- _What to do_
Every line of the following records that includes "REFERENCES" should be copied.

※ ※ ※

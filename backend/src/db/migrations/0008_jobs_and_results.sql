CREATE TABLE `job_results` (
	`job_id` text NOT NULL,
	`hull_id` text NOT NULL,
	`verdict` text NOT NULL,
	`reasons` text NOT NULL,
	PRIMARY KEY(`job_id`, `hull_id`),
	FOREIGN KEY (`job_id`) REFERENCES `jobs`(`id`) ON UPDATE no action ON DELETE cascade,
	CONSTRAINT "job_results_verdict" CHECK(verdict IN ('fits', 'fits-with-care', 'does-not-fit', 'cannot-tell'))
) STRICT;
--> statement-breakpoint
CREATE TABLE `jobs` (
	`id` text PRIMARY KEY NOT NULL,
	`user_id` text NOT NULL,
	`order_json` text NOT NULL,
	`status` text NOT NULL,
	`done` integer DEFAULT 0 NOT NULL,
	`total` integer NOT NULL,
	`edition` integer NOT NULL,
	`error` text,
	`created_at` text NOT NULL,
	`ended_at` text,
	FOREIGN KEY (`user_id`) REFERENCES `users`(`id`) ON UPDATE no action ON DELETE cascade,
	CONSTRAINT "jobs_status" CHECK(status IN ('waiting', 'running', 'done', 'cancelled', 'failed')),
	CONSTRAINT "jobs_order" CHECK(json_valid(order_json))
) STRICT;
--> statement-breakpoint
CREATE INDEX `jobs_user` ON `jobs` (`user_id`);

※ ※ ※

- _Solution to this exercise_
	FOREIGN KEY (`job_id`) REFERENCES `jobs`(`id`) ON UPDATE no action ON DELETE cascade,
	FOREIGN KEY (`user_id`) REFERENCES `users`(`id`) ON UPDATE no action ON DELETE cascade,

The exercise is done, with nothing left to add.